My dh's cousin (more like SIL) didn't for her son initially. They did it primarily to stay off the grid and avoid governmental interference. You can't claim the deduction without them, but they didn't owe any taxes anyway, so that wasn't an issue for them.

Now, due to a divorce and the need for health insurance for him, the dad (who has custody) is having to go through the process of trying to get it and it is a PITA since he was born in a different state than they now reside. (BTW, getting a SSN was something they both agreed to and is not an issue of contention between them...in fact, it is an entirely ammicable divorce..they just needed to follow different paths)
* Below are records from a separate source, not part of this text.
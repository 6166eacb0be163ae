package org.wintersill.climatology.statistic;

import org.wintersill.climatology.ClimatologyStatistic;
import org.wintersill.climatology.FrequencyBounds;
import org.wintersill.climatology.WinterRecord;
import org.wintersill.layer.LayerDefinition;
import org.wintersill.layer.LayerStyles;
import org.wintersill.layer.SampleType;

/**
 * Probability that a winter kills at least a share of the buds: the frequency of such winters, or a bound of it
 * (science 6.1, 16.4, 16.5).
 */
public final class DamageProbability implements ClimatologyStatistic {

    /** The frequency itself or one of its bounds. */
    public enum Part {
        VALUE("", ""), LOWER("-lower", ", lower bound"), UPPER("-upper", ", upper bound");

        private final String suffix;
        private final String words;

        Part(String suffix, String words) {
            this.suffix = suffix;
            this.words = words;
        }
    }

    private final int percent;
    private final int level;
    private final Part part;
    private final FrequencyBounds bounds;

    /**
     * @param percent share of the buds
     * @param level position of that share among the record's levels
     */
    public DamageProbability(int percent, int level, Part part, FrequencyBounds bounds) {
        this.percent = percent;
        this.level = level;
        this.part = part;
        this.bounds = bounds;
    }

    /** Whether this is the frequency itself, not a bound, of the given level. */
    public boolean isFrequencyOf(int wantedLevel) {
        return part == Part.VALUE && level == wantedLevel;
    }

    @Override
    public LayerDefinition layer() {
        String about = part == Part.VALUE ? "" : " (" + bounds.words() + ")";
        return new LayerDefinition("damage-probability-" + percent + part.suffix,
                "Probability of " + percent + " % damage" + part.words,
                "Probability that a winter kills at least " + percent + " % of the buds" + part.words + about,
                "1", SampleType.FLOAT32, "", LayerStyles.probability());
    }

    @Override
    public void summarise(WinterRecord record, float[] out, int from, int to) {
        int[] counts = record.counts();
        double[] events = record.events(level);
        for (int cell = from; cell < to; cell++) {
            int n = counts[cell];
            double k = events[cell];
            out[cell] = n == 0 ? Float.NaN : (float) switch (part) {
                case VALUE -> k / n;
                case LOWER -> bounds.lower(k, n);
                case UPPER -> bounds.upper(k, n);
            };
        }
    }
}
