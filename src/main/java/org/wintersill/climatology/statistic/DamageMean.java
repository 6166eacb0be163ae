package org.wintersill.climatology.statistic;

import org.wintersill.climatology.ClimatologyStatistic;
import org.wintersill.climatology.WinterRecord;
import org.wintersill.layer.LayerDefinition;
import org.wintersill.layer.LayerStyles;
import org.wintersill.layer.SampleType;

/**
 * Expected fraction of buds killed in a winter: the mean over winters of the damage, with the uncertainty of the margin where there is
 * any (science 16.4).
 */
public final class DamageMean implements ClimatologyStatistic {

    private final String words;

    /** @param words how the damage of a winter was reckoned, such as {@code the damage of the worst night} */
    public DamageMean(String words) {
        this.words = words;
    }

    @Override
    public LayerDefinition layer() {
        return new LayerDefinition("damage-mean", "Expected damage",
                "Expected fraction of buds killed in a winter: mean over winters of " + words,
                "1", SampleType.FLOAT32, "time: maximum within years time: mean over years", LayerStyles.damage());
    }

    @Override
    public void summarise(WinterRecord record, float[] out, int from, int to) {
        MeanOverWinters.of(record.expectedDamage(), out, from, to);
    }
}
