package org.wintersill.elevation.terrain;

import org.wintersill.grid.Block;

/**
 * Slope and curvature of the ground from a cell and its eight neighbours
 * <pre>
 * a b c
 * d e f      w, h: width and height of a cell, m
 * g i j
 * dz/dx = ((c + 2 f + j) - (a + 2 d + g)) / (8 w)      dz/dy likewise with h      slope = atan(sqrt(dz/dx^2 + dz/dy^2))
 * curvature = (d + f - 2 e) / w^2 + (b + i - 2 e) / h^2, the Laplacian: positive in a hollow, negative on a crest
 * </pre>
 * after Horn 1981, Proceedings of the IEEE 69:14 (from memory; values compared with GDAL). Both are NaN where one of the nine
 * heights is missing, so along the border of the terrain model too.
 */
public final class SurfaceForm {
    private SurfaceForm() {
    }

    /** Slope in degrees, 0 to 90, of a block. */
    public static float[] slope(Relief relief, Block block, Tasks tasks) {
        float[] out = new float[block.cells()];
        tasks.forEach(block.rows(), r -> {
            int row = block.row() + r;
            for (int c = 0; c < block.columns(); c++) {
                out[r * block.columns() + c] = slope(relief, row, block.column() + c);
            }
        });
        return out;
    }

    /** Curvature in 1/m of a block. */
    public static float[] curvature(Relief relief, Block block, Tasks tasks) {
        float[] out = new float[block.cells()];
        tasks.forEach(block.rows(), r -> {
            int row = block.row() + r;
            for (int c = 0; c < block.columns(); c++) {
                out[r * block.columns() + c] = curvature(relief, row, block.column() + c);
            }
        });
        return out;
    }

    private static boolean onBorder(Relief relief, int row, int column) {
        return row < 1 || row >= relief.rows() - 1 || column < 1 || column >= relief.columns() - 1;
    }

    private static float slope(Relief relief, int row, int column) {
        if (onBorder(relief, row, column)) {
            return Float.NaN;
        }
        float[] z = relief.metres();
        int e = row * relief.columns() + column;
        int b = e - relief.columns();
        int i = e + relief.columns();
        double east = (double) z[b + 1] + 2.0 * z[e + 1] + z[i + 1] - z[b - 1] - 2.0 * z[e - 1] - z[i - 1];
        double south = (double) z[i - 1] + 2.0 * z[i] + z[i + 1] - z[b - 1] - 2.0 * z[b] - z[b + 1];
        double dx = east / (8 * relief.cellWidth()[row]);
        double dy = south / (8 * relief.cellHeight()[row]);
        return Float.isNaN(z[e]) ? Float.NaN : (float) Math.toDegrees(Math.atan(Math.sqrt(dx * dx + dy * dy)));
    }

    private static float curvature(Relief relief, int row, int column) {
        if (Float.isNaN(slope(relief, row, column))) {
            return Float.NaN;
        }
        float[] z = relief.metres();
        int e = row * relief.columns() + column;
        double w = relief.cellWidth()[row];
        double h = relief.cellHeight()[row];
        double across = (double) z[e - 1] + z[e + 1] - 2.0 * z[e];
        double along = (double) z[e - relief.columns()] + z[e + relief.columns()] - 2.0 * z[e];
        return (float) (across / (w * w) + along / (h * h));
    }
}
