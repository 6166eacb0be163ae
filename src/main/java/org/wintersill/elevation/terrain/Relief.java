package org.wintersill.elevation.terrain;

import org.wintersill.grid.Block;

/**
 * Ground heights with the size of their cells on the ground. Arrays are shared, not copied.
 *
 * @param columns number of columns
 * @param rows number of rows
 * @param metres {@code [row * columns + column]}, north-west first, NaN for a void
 * @param cellWidth {@code [row]}, east-west size of a row's cells, m
 * @param cellHeight {@code [row]}, north-south size of a row's cells, m
 */
public record Relief(int columns, int rows, float[] metres, double[] cellWidth, double[] cellHeight) {

    public Relief {
        if (metres.length != Math.multiplyExact(columns, rows) || cellWidth.length != rows || cellHeight.length != rows) {
            throw new IllegalArgumentException("heights or cell sizes do not fit " + columns + " x " + rows + " cells");
        }
    }

    /** Height of a cell; NaN beyond the grid. */
    float at(int row, int column) {
        return row < 0 || row >= rows || column < 0 || column >= columns ? Float.NaN : metres[row * columns + column];
    }

    Block whole() {
        return new Block(0, 0, columns, rows);
    }
}
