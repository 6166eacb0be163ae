package org.wintersill.climatology.statistic;

import java.util.Arrays;
import java.util.List;
import java.util.Locale;
import org.wintersill.climatology.ClimatologyStatistic;
import org.wintersill.climatology.WinterRecord;
import org.wintersill.layer.LayerDefinition;
import org.wintersill.layer.LayerStyles;
import org.wintersill.layer.SampleType;

/**
 * Share of the damage done in a phase of the winter, 0..1 (science 10 and 16.12). A night adds what it raises the running damage, so a
 * phase of one winter adds the difference between the damage reached at its two ends.
 *
 * <p>Over winters it is the sum of what the phase added divided by the sum of the damage, not the mean of the shares: what a planner
 * loses in a phase is counted in buds, and winters that hardly do any damage must not weigh as much as killing ones. Winters with damage
 * below 0.001 are left out, where a share is an accident of the last digits; missing where none is left.
 */
public final class PhaseShare implements ClimatologyStatistic {
    /** Least damage of a winter that has shares. */
    public static final double LEAST_DAMAGE = 0.001;
    /** Ids of all three layers. */
    public static final List<String> IDS = Arrays.stream(Phase.values()).map(Phase::id).toList();

    /** Part of the winter; boundaries are those of {@code season.Phases}, or of the hardiness model. */
    public enum Phase {
        AUTUMN, MIDWINTER, SPRING;

        /** Id of the layer. */
        public String id() {
            return word() + "-share";
        }

        private String word() {
            return name().toLowerCase(Locale.ROOT);
        }
    }

    private final Phase phase;

    public PhaseShare(Phase phase) {
        this.phase = phase;
    }

    @Override
    public LayerDefinition layer() {
        String word = phase.word();
        return new LayerDefinition(phase.id(), "Share of the damage done in " + word,
                "Share of the damage of all winters that was done in " + word + ", each night counting for what it adds to the damage "
                        + "before it; winters with damage below " + LEAST_DAMAGE + " are left out", "1", SampleType.FLOAT32, "",
                LayerStyles.share());
    }

    @Override
    public void summarise(WinterRecord record, float[] out, int from, int to) {
        for (int cell = from; cell < to; cell++) {
            double added = 0;
            double damage = 0;
            for (int winter = 0; winter < record.winters(); winter++) {
                float all = record.damage()[winter][cell];
                if (all >= LEAST_DAMAGE) {
                    added += of(phase, record.damageAt(0)[winter][cell], record.damageAt(1)[winter][cell], all);
                    damage += all;
                }
            }
            out[cell] = damage == 0 ? Float.NaN : (float) (added / damage);
        }
    }

    /**
     * What a phase adds to the damage of one winter.
     *
     * @param autumn damage when autumn ended
     * @param midwinter damage when midwinter ended
     * @param winter damage of the whole winter
     */
    public static double of(Phase phase, double autumn, double midwinter, double winter) {
        return switch (phase) {
            case AUTUMN -> autumn;
            case MIDWINTER -> midwinter - autumn;
            case SPRING -> winter - midwinter;
        };
    }
}
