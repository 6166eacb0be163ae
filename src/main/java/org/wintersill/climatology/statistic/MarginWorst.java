package org.wintersill.climatology.statistic;

import org.wintersill.climatology.ClimatologyStatistic;
import org.wintersill.climatology.WinterRecord;
import org.wintersill.layer.LayerDefinition;
import org.wintersill.layer.LayerStyles;
import org.wintersill.layer.SampleType;

/** Lowest margin of all winters, K. */
public final class MarginWorst implements ClimatologyStatistic {

    @Override
    public LayerDefinition layer() {
        return new LayerDefinition("margin-worst", "Margin, worst winter",
                "Lowest Tmin - LT50 of all winters; below zero more than half of the buds died in the worst winter",
                "K", SampleType.FLOAT32, "time: minimum within years time: minimum over years", LayerStyles.margin());
    }

    @Override
    public void summarise(WinterRecord record, float[] out, int from, int to) {
        for (int cell = from; cell < to; cell++) {
            int worst = worstWinter(record, cell);
            out[cell] = worst < 0 ? Float.NaN : record.margins(0)[worst][cell];
        }
    }

    /** Number of the earliest winter with the lowest margin; -1 where no winter counts. */
    static int worstWinter(WinterRecord record, int cell) {
        int worst = -1;
        for (int w = 0; w < record.winters(); w++) {
            float margin = record.margins(0)[w][cell];
            if (margin == margin && (worst < 0 || margin < record.margins(0)[worst][cell])) {
                worst = w;
            }
        }
        return worst;
    }
}
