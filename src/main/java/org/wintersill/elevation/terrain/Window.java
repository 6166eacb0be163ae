package org.wintersill.elevation.terrain;

import org.wintersill.grid.Block;

/**
 * The neighbourhood of a cell: all cells whose centres lie within a radius of its own.
 *
 * <p>East-west distances are those of the cell's own row, so the window of a row is the same for all its cells and only changes
 * from row to row, with the latitude.
 *
 * @param shape what within means
 * @param radius m, positive
 */
public record Window(Shape shape, double radius) {
    /** Share of a cell that distances may exceed the radius by: a radius of three cells holds the third. */
    private static final double ROUND_OFF = 1e-9;

    /** Forms of a neighbourhood. */
    public enum Shape {
        /** Distance at most the radius. */
        DISC,
        /** East-west and north-south distances at most the radius each. */
        SQUARE
    }

    public Window {
        if (!(radius > 0)) {
            throw new IllegalArgumentException("not a radius: " + radius);
        }
    }

    /**
     * Cells to either side of the centre, for each row of the window from its north to its south; the middle entry is the
     * centre's own row.
     *
     * @param row row of the centre
     */
    int[] halfWidths(Relief relief, int row) {
        int high = cells(radius, relief.cellHeight()[row], relief.rows());
        int[] widths = new int[2 * high + 1];
        for (int dy = -high; dy <= high; dy++) {
            double across = dy * relief.cellHeight()[row];
            double reach = shape == Shape.SQUARE ? radius : Math.sqrt(Math.max(0, radius * radius - across * across));
            widths[dy + high] = cells(reach, relief.cellWidth()[row], relief.columns());
        }
        return widths;
    }

    /** Whether the window of a row holds other cells than the centre. */
    public boolean hasNeighbours(Relief relief, int row) {
        return radius >= Math.min(relief.cellWidth()[row], relief.cellHeight()[row]);
    }

    /** A block with the cells around it that its windows, and the neighbours of its cells, reach. */
    public Block around(Relief relief, Block block) {
        int high = 1;
        int wide = 1;
        for (int row = block.row(); row < block.rowEnd(); row++) {
            high = Math.max(high, rowReach(relief, row));
            wide = Math.max(wide, columnReach(relief, row));
        }
        int row = Math.max(0, block.row() - high);
        int column = Math.max(0, block.column() - wide);
        return new Block(column, row, Math.min(relief.columns(), block.columnEnd() + wide) - column,
                Math.min(relief.rows(), block.rowEnd() + high) - row);
    }

    /** Rows that the windows of a row reach to either side. */
    int rowReach(Relief relief, int row) {
        return cells(radius, relief.cellHeight()[row], relief.rows());
    }

    /** Columns that the windows of a row reach to either side. */
    int columnReach(Relief relief, int row) {
        return cells(radius, relief.cellWidth()[row], relief.columns());
    }

    private static int cells(double reach, double size, int most) {
        return (int) Math.min(most, Math.floor(reach / size + ROUND_OFF));
    }
}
I know he is a member here, but he doesn't have ready access to a computer so he doesn't post much, but I hope he can give a more thorough explanation. I know it was a well thought out decision and believe they are only obtaining it now because of the change of circumstances and they feel rather "forced" to.


----------



## applejuice (Oct 8, 2002)

First let me say that I got a SSN for all of my four homeborn children.

The reason that someone may not want to get one for their child is because the SSN is a complete record of who you are and where you have been.

W/ someone's SSN, you know when and where they were born, when and where they went to school, when and where they first worked, how much $ they made, where they went to college, what degrees they have, credit rating, criminal records, automobile accidents, traffic tickets, driving record (since most states use the SSN for the DL#), law suits, bank accounts, property owned, marriages, divorces, military service record (since the military uses the SSN# for their identification number), # offspring.

This may be convenient for some, but for me, I do not want just anyone, especially government officials, to have unlimited access to everything about me. Also getting rid of wrong information is a PITA.

I am a landlord, and I use the SSN with permission to check the credit of prospective tenants. I know with an additional fee, I can find out almost anything about a prospective tenant.

The SSN# is in three parts: the first part is a government code for the state you applied in. This may have changed to the state you were born in since most people apply for their child at birth; the second part is a government code for the year you were born or applied for your SSN#; the third and last part, the four numbers, is actually YOUR identification number.

People who do not apply for a SSN# for their child are making a political statement, I feel. They cannot use their child as a deduction on their income taxes, and perhaps they plan to homeschool their child also.

I have also known of homebirthing people who do not register their child's birth - no birth certificate.

I feel this is a political statement, and I respect it although this is not the path I have chosen for myself.


----------



## applejuice (Oct 8, 2002)

There was a thread about this a few months ago.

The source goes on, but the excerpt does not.